Which is bad news for David Cameron. The Prime Minister cannot possibly moderate his style to appeal to UKIP voters. They – and in their number we may include a good proportion of UKIP-sympathising Tory backbenchers – already suspect he views them with contempt and they are probably not wrong to think that. Indeed, the more UKIP are vilified the happier they are. Theirs is a politics of the laager or the last redoubt and telling them how foolish they are merely earns the response So what? And who are you anyway?

I fancy UKIP voters suspect Cameron is a privileged but empty suit. They are not wholly wrong about this either. It is certainly easy to rail against a government stuffed with politicians from comfortable backgrounds. If Cameron were a stronger (or at least a more positively defined) leader this might not matter. Nor would it be a problem if the economy were in finer shape. Instead, living standards are being squeezed and there is a sense that even though the government is not hopelessly indifferent to the problems of the lower middle-classes it has no real idea how to assist them.

In such conditions the surprise may be that it took UKIP so long to win even a few dozen council seats in the English shires. For all the government’s good intentions few people would claim that it has enjoyed firm leadership. And in the end a good part of the electorate, however disgruntled they may be, will put up with policies they do not favour if these are at least pursued with vigour by a government strong enough to give the impression it knows what it believes and believes how it can put those beliefs into practice.

Is David Cameron the man to lead that kind of government? Not at the moment he ain’t. Is David Cameron “on your side”? Does he “care about people like you?” Up to a point. Cameron lacks the vocabulary – perhaps, even, the bottom – to talk to “our kind of people”. Or at least it seems as if this is the case.

UKIP are flavour of the month. They will do well at the next european parliament elections too. But publicity and its attendant scrutiny will be the death of them. Nigel Farage may entertain television producers but there comes a point at which the joke begins to wear thin. A protest vote for a political entertainer is fine for council (or european) elections but not quite so appealing at a general election. You might enjoy a night out with Farage but you wouldn’t trust him to drive you home.

Even so UKIP will remain an irritant but, as I say, something like this has been brewing for a while. 2010’s brief bout of Cleggmania was another demonstration of the way in which politics now operates rather as the stock-market did at the height of the dot-com boom. “Traditional” stocks  – that is, political parties – are boring and under-valued; the thirst for the next new thing ensures that said fresh face is immediately over-valued.
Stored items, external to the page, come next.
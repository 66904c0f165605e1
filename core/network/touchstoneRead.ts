/**
 * Touchstone reader, versions 1.0/1.1 and 2.0. Sources: "Touchstone File Format Specification, Rev. 1.1",
 * EIA/IBIS Open Forum, 2002; "Touchstone File Format Specification, Version 2.0", IBIS Open Forum, 2009.
 *
 * Handled: comments, the option line (defaults GHz S MA R 50; only the first counts), S, Y and Z data in RI, MA and
 * DB, 1 to N ports, v1 2-port order S11 S21 S12 S22, v2 [Number of Ports], [Two-Port Data Order] 12_21 | 21_12,
 * [Number of Frequencies], [Reference] (per-port), [Matrix Format] Full | Lower | Upper, [Begin/End Information],
 * [Network Data], [Noise Data] and the v1 2-port noise block (both skipped, with a note), [End].
 * Not handled (clear error): H and G parameters, mixed-mode data.
 * Y and Z are normalised to R in v1 and absolute in v2; all are converted to S for the file's references.
 * Every malformed file gives InputError('bad-file') with the file name and line number.
 */
import { InputError } from '../util/errors.ts';
import type { Warning } from '../util/warnings.ts';
import { yToS, zToS } from './conversions.ts';
import type { NetworkResponse } from './response.ts';
import { UNIT_SCALE, type FrequencyUnit, type TouchstoneFormat } from './touchstoneWrite.ts';

export interface TouchstoneData extends NetworkResponse {
  version: '1' | '2.0';
  parameter: 'S' | 'Y' | 'Z';
  format: TouchstoneFormat;
  /** Text of the '!' comment lines, in order. */
  comments: string[];
}

export interface TouchstoneReadOptions {
  /** Used in messages and, for v1, to learn the port count from the extension (.s2p → 2). */
  fileName?: string;
  /** Port count for a v1 file whose name does not say it. */
  ports?: number;
}

interface Tok { v: number; line: number; first: boolean }

const NUMBER = /^[+-]?(\d+\.?\d*|\.\d+)([eE][+-]?\d+)?$/;
/** Port count accepted from a file (a feed of 1024 outputs has 1025 ports). */
export const MAX_PORTS = 4097;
Everyone, at some level, “knows” this but worries that, just perhaps, they might miss the new thing that really is the next big thing. And so everyone piles in, just to be on the safe side. For now.

And yet even if under-valued, the traditional political parties are still in trouble. This is hardly a British phenomenon. From Ireland to Israel via Italy we have seen the rise of political outsiders who earn some measure of trust – at least for a while – precisely because they are not tainted by any association with the established political system. The brief flickering of the Tea Party in the United States was another example testifying to the frustrations of politics-as-usual and the Republican party’s multiple failures.

Nearly five years on from the financial crash, mainstream parties – of either left or right, though those labels matter less these days – are still looking for answers. Like Iain Martin, I’m surprised Theodore Roosevelt is not mentioned more often these days.

It is astonishing, really, that the financial (and political) elites have not suffered more. Torch and Pitchfork Inc have not prospered quite as much as you might have expected. Doubtless that reflects an appreciation that even political outsiders don’t have the answers either but I suspect it also reveals a certain depressed fatalism that is both disconcerting and problematic for the longer-term health of democratic politics.